Test set has only 5 datas.

In [None]:
def f(row):
    return len(row['context'])
train['len_context'] = train.apply(f, axis=1)
def f(row):
    return len(row['question'])
train['len_question'] = train.apply(f, axis=1)
def f(row):
    return len(row['answer_text'])
train['len_answer'] = train.apply(f, axis=1)
train['answer_pos_rate'] = train['answer_start'] / train['len_context']

In [None]:
train[['len_context', 'len_question', 'len_answer', 'answer_start', 'answer_pos_rate']].describe()

In [None]:
(
    train.groupby('language')
    [['len_context', 'len_question', 'len_answer', 
      'answer_start', 'answer_pos_rate']]
    .mean()
)

On average, the length of the context is 11000 characters, the length of the qustion is 42 characters, the length of the answer is 13 characters.

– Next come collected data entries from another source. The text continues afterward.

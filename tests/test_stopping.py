"""Stopping distances against the brief's check value and a textbook kinematics problem;
shorted-motor braking against AC circuit theory; descent speed against the road load."""

from __future__ import annotations

import math

import pytest
from hypothesis import given
from hypothesis import strategies as st

from reviewer.engineering.braking import braking_current, braking_wheel_force
from reviewer.engineering.motor import back_emf_constant
from reviewer.engineering.roadload import (
    AIR_DENSITY_ISA,
    STANDARD_GRAVITY,
    kmh_to_ms,
    ms_to_kmh,
    road_load_force,
)
from reviewer.engineering.stopping import (
    achievable_deceleration,
    angle_to_grade_percent,
    braking_distance,
    electrical_speed,
    friction_limit,
    grade_percent_to_angle,
    inductance_corner_speed,
    mean_deceleration,
    net_deceleration,
    shorted_motor_current,
    shorted_three_phase_braking_torque,
    stopping_distance,
    terminal_speed_on_descent,
)


def test_descent_check_value() -> None:
    # brief 14 check value (D): a 3.0 m/s^2 brake on a 12 % descent leaves 1.83 m/s^2; from
    # 25 km/h with 1 s reaction that is 20.1 m, and 14.98 m on the flat
    assert net_deceleration(3.0, 12.0) == pytest.approx(1.83, abs=0.005)
    speed = kmh_to_ms(25.0)
    assert stopping_distance(speed, 3.0, 1.0, 12.0) == pytest.approx(20.1, abs=0.05)
    assert stopping_distance(speed, 3.0, 1.0) == pytest.approx(14.98, abs=0.005)


def test_textbook_stopping_distances() -> None:
    # Giancoli, Physics: Principles with Applications, 7th ed., ch. 2 problem 31: 95 km/h with
    # a 0.40 s reaction stops in 126.6 m at 3.0 m/s^2 and in 68.6 m at 6.0 m/s^2
    speed = kmh_to_ms(95.0)
    assert stopping_distance(speed, 3.0, 0.40) == pytest.approx(126.6, abs=0.05)
    assert stopping_distance(speed, 6.0, 0.40) == pytest.approx(68.6, abs=0.05)
    # and back again: the mean deceleration from the measured distance and speed
    assert mean_deceleration(speed, 126.63, 0.40) == pytest.approx(3.0, abs=0.001)


def test_braking_distance_is_v_squared_over_2a() -> None:
    # constant-acceleration kinematics, v^2 = u^2 + 2 a s: 20 m/s at 5 m/s^2 stops in 40 m
    assert braking_distance(20.0, 5.0) == pytest.approx(40.0)
    assert mean_deceleration(20.0, 40.0) == pytest.approx(5.0)


def test_a_brake_that_cannot_beat_the_slope_never_stops() -> None:
    # brief 14: a_net = a - g sin(theta); a 1.0 m/s^2 brake on a 12 % descent (g sin = 1.17)
    assert net_deceleration(1.0, 12.0) < 0
    assert stopping_distance(5.0, 1.0, 1.0, 12.0) == math.inf
    assert braking_distance(5.0, 0.0) == math.inf


def test_a_climb_helps_the_brake() -> None:
    # brief 14 with theta negative: a - g sin(-theta) = a + g sin(theta)
    assert net_deceleration(3.0, -12.0) == pytest.approx(3.0 + (3.0 - net_deceleration(3.0, 12.0)))


def test_speed_gained_during_reaction_on_a_descent() -> None:
    # constant-acceleration kinematics (s = u t + a t^2 / 2, then v^2 / 2a) with gravity's
    # g sin(theta) = 1.1685 m/s^2 pulling during the 1 s reaction on 12 %
    speed, pull = kmh_to_ms(25.0), STANDARD_GRAVITY * math.sin(math.atan(0.12))
    expected = speed + 0.5 * pull + (speed + pull) ** 2 / (2 * (3.0 - pull))
    found = stopping_distance(speed, 3.0, 1.0, 12.0, gravity_during_reaction=True)
    assert found == pytest.approx(expected)
    assert found == pytest.approx(25.5, abs=0.05)
    assert found > stopping_distance(speed, 3.0, 1.0, 12.0)


def test_friction_limit() -> None:
    # Coulomb friction: a <= mu g on the flat (brief 14), mu g cos(theta) on a slope
    assert friction_limit(0.7) == pytest.approx(0.7 * 9.80665)
    assert friction_limit(0.7, 12.0) == pytest.approx(0.7 * 9.80665 / math.sqrt(1 + 0.12**2))
    assert achievable_deceleration(9.0, 0.7) == pytest.approx(6.865, abs=0.001)
    assert achievable_deceleration(3.0, 0.7) == 3.0


def test_grade_and_angle() -> None:
    # trigonometry: 100 % is 45 degrees, 12 % is atan(0.12) = 6.843 degrees
    assert math.degrees(grade_percent_to_angle(100.0)) == pytest.approx(45.0)
    assert math.degrees(grade_percent_to_angle(12.0)) == pytest.approx(6.843, abs=5e-4)
    assert angle_to_grade_percent(math.radians(45.0)) == pytest.approx(100.0)


@given(grade=st.floats(-500.0, 500.0))
def test_grade_round_trip(grade: float) -> None:
    # tan and atan are inverses on (-90, 90) degrees
    assert angle_to_grade_percent(grade_percent_to_angle(grade)) == pytest.approx(grade, abs=1e-9)


def test_inductance_corner() -> None:
    # AC circuit theory: |R + j w L| = R sqrt 2 at w = R / L; mechanical = electrical / pairs
    r, l_h, pairs = 0.1, 100e-6, 7
    corner = inductance_corner_speed(r, l_h, pairs)
    assert electrical_speed(corner, pairs) == pytest.approx(r / l_h)
    at_corner = shorted_motor_current(10.0, r, l_h, electrical_speed(corner, pairs))
    assert at_corner == pytest.approx(10.0 / (r * math.sqrt(2.0)))
    assert shorted_motor_current(10.0, r, 0.0, 1e4) == pytest.approx(100.0)
    assert inductance_corner_speed(r, 0.0) == math.inf


def test_shorted_current_levels_off_above_the_corner() -> None:
    # AC circuit theory: with E = Ke w_m and w_e = p w_m, I -> Ke / (p L) as speed grows
    ke, r, l_h, pairs = 0.1, 0.1, 100e-6, 7
    ceiling = ke / (pairs * l_h)
    currents = [
        shorted_motor_current(ke * w, r, l_h, electrical_speed(w, pairs)) for w in (1e2, 1e3, 1e5)
    ]
    assert currents == sorted(currents)
    assert currents[-1] < ceiling
    assert currents[-1] == pytest.approx(ceiling, rel=1e-5)


def test_three_phase_short_without_inductance_is_the_dc_loop() -> None:
    # brief 6 (physics): a loop of R_LL = 2 R_phase with Ke_LL brakes with Kt Ke w / R_LL
    kv, r_phase, omega = 100.0, 0.05, 200.0
    ke = back_emf_constant(kv)
    torque = shorted_three_phase_braking_torque(ke, omega, 7, r_phase, 0.0)
    dc_torque = braking_wheel_force(kv, braking_current(kv, omega, 2 * r_phase), 1.0, 1.0)
    assert torque == pytest.approx(dc_torque)


def test_three_phase_braking_torque_peaks_at_the_corner() -> None:
    # calculus on T ~ w / (R^2 + (p w L)^2): dT/dw = 0 where p w L = R
    ke, pairs, r_phase, l_phase = 0.1, 7, 0.05, 60e-6
    corner = inductance_corner_speed(r_phase, l_phase, pairs)
    peak = shorted_three_phase_braking_torque(ke, corner, pairs, r_phase, l_phase)
    for factor in (0.5, 0.9, 1.1, 2.0):
        other = shorted_three_phase_braking_torque(ke, corner * factor, pairs, r_phase, l_phase)
        assert other < peak
    assert shorted_three_phase_braking_torque(ke, 0.0, pairs, r_phase, l_phase) == 0.0


def test_terminal_speed_against_the_road_load_check_value() -> None:
    # brief 3 check value (D): 100 kg, Crr 0.01, CdA 0.6 m^2 needs 27.53 N at 25 km/h, of which
    # 9.807 N is rolling, so drag is 17.72 N; on the descent where m g (sin - Crr cos) = 17.72 N
    # the vehicle runs away to 25 km/h
    drag = 27.53 - 100.0 * STANDARD_GRAVITY * 0.01
    k = drag / (100.0 * STANDARD_GRAVITY)
    theta = math.asin(k / math.hypot(1.0, 0.01)) + math.atan(0.01)
    grade = 100.0 * math.tan(theta)
    speed = terminal_speed_on_descent(100.0, grade, 0.01, 0.6)
    assert ms_to_kmh(speed) == pytest.approx(25.0, abs=0.01)
    # the root is where the road load (gravity counted as a negative climb) is zero
    assert road_load_force(100.0, speed, 0.01, 0.6, -grade) == pytest.approx(0.0, abs=1e-6)


def test_terminal_speed_closed_form() -> None:
    # m g sin = m g Crr cos + 0.5 rho CdA v^2, solved for v (ISA rho 1.225 kg/m^3)
    theta = math.atan(0.10)
    expected = math.sqrt(
        2
        * 100.0
        * STANDARD_GRAVITY
        * (math.sin(theta) - 0.01 * math.cos(theta))
        / (AIR_DENSITY_ISA * 0.6)
    )
    assert terminal_speed_on_descent(100.0, 10.0, 0.01, 0.6) == pytest.approx(expected)


def test_terminal_speed_with_a_retarding_force() -> None:
    # force balance with a shorted-motor force b v: the positive root of
    # 0.5 rho CdA v^2 + b v - m g (sin - Crr cos) = 0 (quadratic formula)
    b = 20.0
    theta = math.atan(0.10)
    drive = 100.0 * STANDARD_GRAVITY * (math.sin(theta) - 0.01 * math.cos(theta))
    a = 0.5 * AIR_DENSITY_ISA * 0.6
    expected = (-b + math.sqrt(b * b + 4 * a * drive)) / (2 * a)
    found = terminal_speed_on_descent(100.0, 10.0, 0.01, 0.6, retarding_force=lambda v: b * v)
    assert found == pytest.approx(expected, rel=1e-7)


def test_rolling_resistance_can_hold_a_gentle_slope() -> None:
    # Coulomb-like rolling resistance: on 0.5 % with Crr 0.01, sin < Crr cos: no run-away
    assert terminal_speed_on_descent(100.0, 0.5, 0.01, 0.6) == 0.0
    # with no drag and nothing else growing with speed nothing balances the slope
    assert terminal_speed_on_descent(100.0, 10.0, 0.01, 0.0) == math.inf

**answer_loc_rate column** indicates the position of the answer in the context. Since the average is 16.9, it can be seen that most are located in the front. It is expected that this information will be usefully used for modeling in the future.

Let's see more detail.

In [None]:
train['answer_pos_rate_round'] = round(train['answer_pos_rate'], 1)

In [None]:
fig = px.bar(
    train['answer_pos_rate_round'].value_counts(),
    title ='answer pos rate',
    labels={
        'value':'count',
        'index':'position'
    }
)
fig.update_layout(showlegend=False)
fig.show()

You can see that most of the answers are leaning forward.